In Asia, Europe, and America, the brown mustard is grown mainly grown for the extraction of vegetable oil. The oil content of brown mustard varies from 28.6 to 45.7 per cent. However, the oil is high in erucic acid content and is thus not popular in most Western countries. The oil is used as hair oil, lubricant, or used for industrial purposes. Also known as Indian mustard or Rai, this oilseed crop is grown in Asia and Europe for its leaves as well. Leaves are eaten as vegetable – they are shredded, cooked, and served as side dish. Young tender leaves, called ‘mustard greens’ are used in salads or used in pickles. Interestingly, brown mustard oil is used to retard the fermentation process when making apple cider. The seeds of brown mustard are used as condiment; they are also used in birdseed mixtures.

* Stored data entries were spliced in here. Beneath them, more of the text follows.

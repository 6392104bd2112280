"""A beam that buckles sideways: own finite elements for u and φ, an eigenvalue; no code of the clauses.

The energy of a doubly symmetric beam loaded at its shear centre, u sideways and φ the twist, is
½ ∫ (E I_y u''² + E C_w φ''² + G J φ'²) dx + λ ∫ M u'' φ dx; at the critical λ it has no minimum any more.
Both u and φ are cubic on each element, with their slopes as unknowns.
"""

from __future__ import annotations

import numpy as np
from scipy.linalg import eigh

RAIL = 1e6  # stiffness of a rail, in E I_y over the length's fourth power
PLACES, WEIGHTS = np.polynomial.legendre.leggauss(5)


def _cubic(s, h):
    """The four cubic shapes on an element of length h at s from 0 to 1, with two derivatives."""
    value = np.array(
        [1 - 3 * s**2 + 2 * s**3, h * (s - 2 * s**2 + s**3), 3 * s**2 - 2 * s**3, h * (s**3 - s**2)]
    )
    slope = (
        np.array([6 * s**2 - 6 * s, h * (1 - 4 * s + 3 * s**2), 6 * s - 6 * s**2, h * (3 * s**2 - 2 * s)]) / h
    )
    bend = np.array([12 * s - 6, h * (6 * s - 4), 6 - 12 * s, h * (6 * s - 2)]) / h**2
    return value, slope, bend


def critical_factor(length, bending, warping, torsion, moment, *, elements=24, held=(), tip=False, rail=None):
    """How many times the moments may grow before the beam buckles.

    Parameters
    ----------
    length : float
    bending, warping, torsion : float
        E I_y, E C_w, G J.
    moment : callable
        M(x) at the factor 1.
    held : sequence of int
        Inner nodes where u and φ are held.
    tip : bool
        A cantilever: everything is held at the start and nothing at the end.
    rail : float
        Height above the shear centre of a stiff rail that holds the beam sideways all along; it is a spring
        under u + height φ, where a sagging moment presses the upper side.
    """
    h, nodes = length / elements, elements + 1
    stiff, load = np.zeros((4 * nodes, 4 * nodes)), np.zeros((4 * nodes, 4 * nodes))
    for element in range(elements):
        first = 4 * element  # u, u', φ, φ' at each node
        u = [first, first + 1, first + 4, first + 5]
        twist = [first + 2, first + 3, first + 6, first + 7]
        for place, weight in zip((PLACES + 1) / 2, WEIGHTS / 2, strict=True):
            value, slope, bend = _cubic(place, h)
            dx = weight * h
            stiff[np.ix_(u, u)] += bending * np.outer(bend, bend) * dx
            stiff[np.ix_(twist, twist)] += (
                warping * np.outer(bend, bend) + torsion * np.outer(slope, slope)
            ) * dx
            if rail is not None:
                both = [*u, *twist]
                sideways = np.concatenate([value, rail * value])
                stiff[np.ix_(both, both)] += RAIL * bending / length**4 * np.outer(sideways, sideways) * dx
            coupled = moment((element + place) * h) * np.outer(bend, value) * dx
            load[np.ix_(u, twist)] += coupled
            load[np.ix_(twist, u)] += coupled.T
    fixed = {0, 1, 2, 3} if tip else {4 * node + each for node in (0, elements, *held) for each in (0, 2)}
    free = [each for each in range(4 * nodes) if each not in fixed]
    # load and stiffness change places: stiffness is definite, the largest eigenvalue is 1 / λ
    largest = eigh(load[np.ix_(free, free)], stiff[np.ix_(free, free)], eigvals_only=True)[-1]
    return 1 / largest
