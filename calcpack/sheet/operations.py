"""What formulas are written with beside Python's own operators."""

from __future__ import annotations

from collections.abc import Callable, Iterable
from decimal import Decimal

from calcpack.job.errors import CalcpackError
from calcpack.sheet.expression import Expression, Number, Operation, Quantity, Term, expression, operation


def number(value: Term) -> Expression:
    """A bare number to write a formula with: ``number(1) / 3``."""
    return expression(value)


def quantity(value: Term, unit: str) -> Expression:
    """A constant with its unit, printed as it is written: ``quantity(25, "kN/m^3")``."""
    plain = expression(value)
    if isinstance(plain, Operation) and isinstance(plain.args[0], Number):
        return -Quantity(plain.args[0].text, unit)
    if not isinstance(plain, Number):
        raise CalcpackError("a constant is a number and a unit")
    return Quantity(plain.text, unit)


def measured(value: float, unit: str, *, rounded: bool = True) -> Expression:
    """A value worked out beside the sheet: kept in full, printed rounded as a line's value is.

    Examples
    --------
    >>> measured(12.345678901234, "kN")
    Quantity(text='12.345678901234', unit='kN', rounded=True)
    """
    decimal = Decimal(repr(float(value)))
    if not decimal.is_finite():
        raise CalcpackError(f"{value} cannot be a part of a formula")
    node = Quantity(format(abs(decimal), "f"), unit, rounded=rounded)
    return -node if decimal < 0 else node


def _named(name: str) -> Callable[..., Operation]:
    def build(*terms: Term) -> Operation:
        return operation(name, *terms)

    build.__name__ = build.__qualname__ = name
    build.__doc__ = f"The operation ``{name}`` on lines, formulas and numbers."
    return build


sqrt, sin, cos, tan, atan, log, exp = map(_named, ("sqrt", "sin", "cos", "tan", "atan", "log", "exp"))
least, greatest, absolute, equal = _named("min"), _named("max"), _named("abs"), _named("eq")
PI = Operation("pi", ())


def total(*terms: Term | Iterable[Term]) -> Operation:
    """The sum of any number of terms, or of any number of them in a list, in their order."""
    flat: list[Term] = []
    for term in terms:
        if isinstance(term, Iterable) and not isinstance(term, str):
            flat.extend(term)
        else:
            flat.append(term)
    return operation("sum", *flat)


def choose(condition: Term, then: Term, otherwise: Term) -> Operation:
    """One of two values, by a comparison.

    Examples
    --------
    >>> f = measured(30.0, "MPa")
    >>> choose(f <= quantity(28, "MPa"), 0.85, 0.65).name
    'choose'
    """
    return operation("choose", condition, then, otherwise)


def number_in(term: Term, unit: str) -> Operation:
    """How many of a unit a value is: a bare number, for formulas that hold in one unit only.

    The formula prints as the standard does, without the unit; the line's words should name it.
    """
    return operation("number_in", term, unit=unit)


def in_unit(term: Term, unit: str) -> Operation:
    """A bare number taken as so many of a unit: the way back from :func:`number_in`.

    Examples
    --------
    >>> f = quantity(30, "MPa")
    >>> in_unit(0.17 * sqrt(number_in(f, "MPa")), "MPa").unit
    'MPa'
    """
    return operation("in_unit", term, unit=unit)
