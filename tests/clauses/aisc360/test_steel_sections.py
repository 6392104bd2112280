"""I-sections: fillets integrated strip by strip, torsion by hand from the two fits; stretches of diagrams."""

from __future__ import annotations

import itertools
import math

import numpy as np
import pytest
from scipy.integrate import quad

from calcpack.clauses.steel import held_points, i_section, segment_moments, stretch, torsion_constant
from calcpack.job.library import rolled_sections
from calcpack.statics import Curve

# Fillets so large that none of their terms is lost beside flanges and web [m]
DEPTH, WIDTH, WEB, FLANGE, RADIUS = 0.200, 0.180, 0.010, 0.012, 0.060


def made_up(**changes):
    sizes = {"depth": DEPTH, "width": WIDTH, "web": WEB, "flange": FLANGE, "root_radius": RADIUS, **changes}
    return rolled_sections()["w18x50"].model_copy(update={"dimensions": sizes})


def width_at(height):
    """Of the upper half, from the centre up."""
    top = DEPTH / 2 - FLANGE
    if height > top:
        return WIDTH
    into = height - (top - RADIUS)  # into the fillets, from where they begin
    return WEB + 2 * (RADIUS - math.sqrt(RADIUS**2 - into**2) if into > 0 else 0.0)


def over_the_section(integrand):
    top = DEPTH / 2 - FLANGE
    edges = (0.0, top - RADIUS, top, DEPTH / 2)
    return 2 * sum(quad(integrand, a, b, epsabs=1e-15, epsrel=1e-11)[0] for a, b in itertools.pairwise(edges))


def test_fillets_in_the_weak_inertia():
    strips = over_the_section(lambda y: width_at(y) ** 3 / 12)
    assert i_section(made_up()).weak_inertia == pytest.approx(strips, rel=1e-8)


def test_fillets_in_the_plastic_modulus():
    strips = over_the_section(lambda y: width_at(y) * y)
    assert i_section(made_up()).plastic_modulus == pytest.approx(strips, rel=1e-8)


def test_warping_and_radii_by_hand():
    """C_w = I_f h_o² / 2 with I_f = 12 x 180³ / 12 = 5.832e6 mm4 and h_o = 188 mm: 1.030631e11 mm6."""
    section = made_up()
    found = i_section(section)
    assert found.between_flanges == pytest.approx(0.188)
    assert found.warping == pytest.approx(1.03063104e-7)
    assert found.elastic_modulus == pytest.approx(section.inertia / 0.1)
    assert found.weak_radius == pytest.approx(math.sqrt(found.weak_inertia / section.area))
    squared = math.sqrt(found.weak_inertia * 1.03063104e-7) / (section.inertia / 0.1)
    assert found.shear_radius == pytest.approx(math.sqrt(squared))
    assert (found.flat_web, found.flange_outstand) == pytest.approx((0.200 - 0.144, 0.085 - 0.060))


# d 400, b 200, t_w 10, t_f 20, r 30 mm: strips 2 x 200 x 20³ / 3 = 1 066 666.667 and 360 x 10³ / 3 = 120 000,
# the ends lack 0.420 x 20⁴ = 67 200; together 1 119 466.667 mm4
SIZES = (0.400, 0.200, 0.010, 0.020, 0.030)


def test_torsion_of_american_sections_by_hand():
    """El Darwish and Johnston, disc (50² + 10 x 32.5) / 80 = 35.3125 mm, its fourth power 1 554 940.8.

    -0.042 + 0.2204 / 2 + 0.1355 x 1.5 - 0.0865 x 0.75 - 0.0725 / 4 = 0.18845.
    """
    by_hand = 1_119_466.667 + 2 * 0.18845 * 35.3125**4
    assert torsion_constant(*SIZES) * 1e12 == pytest.approx(by_hand, rel=1e-8)


def test_torsion_of_european_sections_by_hand():
    """Disc (35² + 50² - 30²) / 80 = 35.3125 mm as well; 10/20 x (0.145 + 0.1 x 1.5) = 0.1475."""
    by_hand = 1_119_466.667 + 2 * 0.1475 * 35.3125**4
    assert torsion_constant(*SIZES, european=True) * 1e12 == pytest.approx(by_hand, rel=1e-8)


def test_a_section_follows_the_fit_of_its_own_tables():
    american, european = (made_up().model_copy(update={"source": said}) for said in ("AISC", "EN 10365"))
    sizes = (DEPTH, WIDTH, WEB, FLANGE, RADIUS)
    assert i_section(american).torsion == torsion_constant(*sizes)
    assert i_section(european).torsion == torsion_constant(*sizes, european=True)


def test_without_fillets():
    """Three rectangles of round sizes: Z = 180 x 12 x 188 + 10 x 176² / 4 = 483 520 mm3."""
    found = i_section(made_up(root_radius=0.0))
    assert found.plastic_modulus == pytest.approx(483_520e-9)
    assert found.weak_inertia == pytest.approx((2 * 12 * 180**3 + 176 * 10**3) / 12 * 1e-12)


def test_a_stretch_far_from_the_start():
    """2 up to 100 m, from there 5 + 3 (x - 100)."""
    curve = Curve(np.array([0.0, 100.0, 101.0]), np.array([[2.0, 0.0], [5.0, 3.0]]))
    part = stretch(curve, 100.0, 101.0)
    assert (part.at(100.0), part.at(101.0)) == pytest.approx((5.0, 8.0))
    assert stretch(curve, 10.0, 99.0).largest.value == pytest.approx(2.0)


def test_a_stretch_that_only_sags_or_only_hogs():
    """6 + x and its opposite on 2 m: nothing of the other sense."""
    for sign in (1.0, -1.0):
        found = segment_moments(Curve(np.array([0.0, 2.0]), sign * np.array([[6.0, 1.0]])), 0.0, 2.0)
        assert (found.sagging.value, found.hogging.value) == ((8.0, 0.0) if sign > 0 else (0.0, -8.0))
        assert found.largest.value == sign * 8.0


def test_points_held_close_together():
    assert held_points(0.0, 0.02, every=0.005) == pytest.approx([0.0, 0.005, 0.01, 0.015, 0.02])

The seed meal is very high in protein content, but it cannot be used for human consumption because of high glucosinolate content.
Botanical name: Brassica juncea
English name: Brown mustard, Indian mustard
Hindi name: Rai, Sarashapa
Rayi is a glabrous annual herb with a few bristles at the base with long, erect or patent branches.
Leaves: lower leaves petioled, green, sometimes with a whitish bloom, ovate to obovate, variously lobed with toothed, scalloped or frilled edges, with 1–2 lobes or leaflets on each side, upper leaves subentire, short petioled.
Flowers: yellow in racemes.
Fruits: linear silique, often constricted between the seeds, with a conical beak usually longer than 6 mm, dehiscent, up to 20-seeded.
Seeds: globose, 1–1.5 mm in diameter, finely reticulate, pale to dark brown.
Parts used as medicine: Seeds and oil.
Rai is bitter and pungent in taste with a hot potency. It is acrid, thermogenic, anti-inflammatory, carminative, digestive, and tonic in quality and is recommended in vitiated conditions of Vata and Kapha, malarial fevers, colic pain, anorexia, dyspepsia, intestinal worms, flatulence, inflammations, sin diseases, spleen and liver diseases and persistent vomiting.
Ayurveda recommends application of B. juncea oil for chest affections in children.
In Indian traditional medicine, the oil is used with camphor as an effective combination for rheumatic pain and swellings.
In Ayurveda, mustard seed powder is used as emetic in poison and other stomach disorders.
In Ayurveda, the mustard leaf is applied externally to combat glandular swellings in conditions such as elephantiasis.
It is a folk remedy for arthritis, foot ache, and rheumatism.
The seed is used in Chinese medicine to treat tumor, lumbago, and stomach disorders.
In China, the leaves are eaten in soups for inflammations or hemorrhages.
In Africa, the root is used as galactagogue.
Side effects: No well documented contraindications. Patients hypersensitive to mustard need to avoid its use. Topical application of mustard oil may induce skin inflammation. Injection into joints may induce allodynia, hyperalgesia, and neuroinflammation.